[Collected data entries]

------------------------------------------------------------------------

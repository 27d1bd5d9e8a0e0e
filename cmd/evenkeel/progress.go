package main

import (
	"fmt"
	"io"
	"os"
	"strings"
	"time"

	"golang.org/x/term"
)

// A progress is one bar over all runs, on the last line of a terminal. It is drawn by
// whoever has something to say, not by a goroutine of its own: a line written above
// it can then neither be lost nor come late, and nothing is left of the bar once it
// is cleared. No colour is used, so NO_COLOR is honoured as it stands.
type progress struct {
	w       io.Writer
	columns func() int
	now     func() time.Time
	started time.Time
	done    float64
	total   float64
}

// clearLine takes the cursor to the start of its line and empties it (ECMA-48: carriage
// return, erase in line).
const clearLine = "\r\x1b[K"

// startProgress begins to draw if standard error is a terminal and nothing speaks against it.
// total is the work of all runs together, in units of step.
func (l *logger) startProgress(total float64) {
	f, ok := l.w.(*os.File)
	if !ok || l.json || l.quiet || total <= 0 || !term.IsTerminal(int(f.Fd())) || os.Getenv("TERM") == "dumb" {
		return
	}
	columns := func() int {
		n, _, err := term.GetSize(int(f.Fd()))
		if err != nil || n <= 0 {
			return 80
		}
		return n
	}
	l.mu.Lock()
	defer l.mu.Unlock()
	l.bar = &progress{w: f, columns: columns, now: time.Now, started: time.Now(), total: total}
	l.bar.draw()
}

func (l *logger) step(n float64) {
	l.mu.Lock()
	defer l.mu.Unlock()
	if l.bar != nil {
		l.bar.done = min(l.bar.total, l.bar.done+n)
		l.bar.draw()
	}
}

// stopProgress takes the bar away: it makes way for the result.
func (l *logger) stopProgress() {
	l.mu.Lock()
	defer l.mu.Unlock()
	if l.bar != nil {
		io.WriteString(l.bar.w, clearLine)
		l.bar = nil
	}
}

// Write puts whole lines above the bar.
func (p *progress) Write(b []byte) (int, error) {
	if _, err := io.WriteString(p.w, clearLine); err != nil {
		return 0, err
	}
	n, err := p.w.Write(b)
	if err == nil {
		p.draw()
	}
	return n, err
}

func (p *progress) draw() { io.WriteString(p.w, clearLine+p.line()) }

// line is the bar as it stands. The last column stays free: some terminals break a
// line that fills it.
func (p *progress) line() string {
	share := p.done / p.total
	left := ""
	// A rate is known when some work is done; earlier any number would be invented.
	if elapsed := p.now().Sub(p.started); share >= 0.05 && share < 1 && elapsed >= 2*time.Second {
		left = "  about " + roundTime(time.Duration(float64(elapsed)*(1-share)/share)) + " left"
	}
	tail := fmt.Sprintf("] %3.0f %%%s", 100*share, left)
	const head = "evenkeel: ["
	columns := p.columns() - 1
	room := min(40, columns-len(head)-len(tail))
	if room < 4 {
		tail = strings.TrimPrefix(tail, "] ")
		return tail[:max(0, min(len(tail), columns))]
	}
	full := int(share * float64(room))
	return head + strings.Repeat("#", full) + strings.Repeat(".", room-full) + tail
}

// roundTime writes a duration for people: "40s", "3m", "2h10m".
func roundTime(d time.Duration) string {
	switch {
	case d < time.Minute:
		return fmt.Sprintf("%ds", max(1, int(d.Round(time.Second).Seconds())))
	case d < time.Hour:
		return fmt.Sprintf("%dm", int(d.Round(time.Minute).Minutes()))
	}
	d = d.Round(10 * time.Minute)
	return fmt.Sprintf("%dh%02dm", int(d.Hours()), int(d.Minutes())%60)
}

------------------------------------------------------------------------

#### [Task goal]
Which lines of the data contain the word "tail"? Copy each one.

#### [Exercise result]
	tail := fmt.Sprintf("] %3.0f %%%s", 100*share, left)
	room := min(40, columns-len(head)-len(tail))
		tail = strings.TrimPrefix(tail, "] ")
		return tail[:max(0, min(len(tail), columns))]
	return head + strings.Repeat("#", full) + strings.Repeat(".", room-full) + tail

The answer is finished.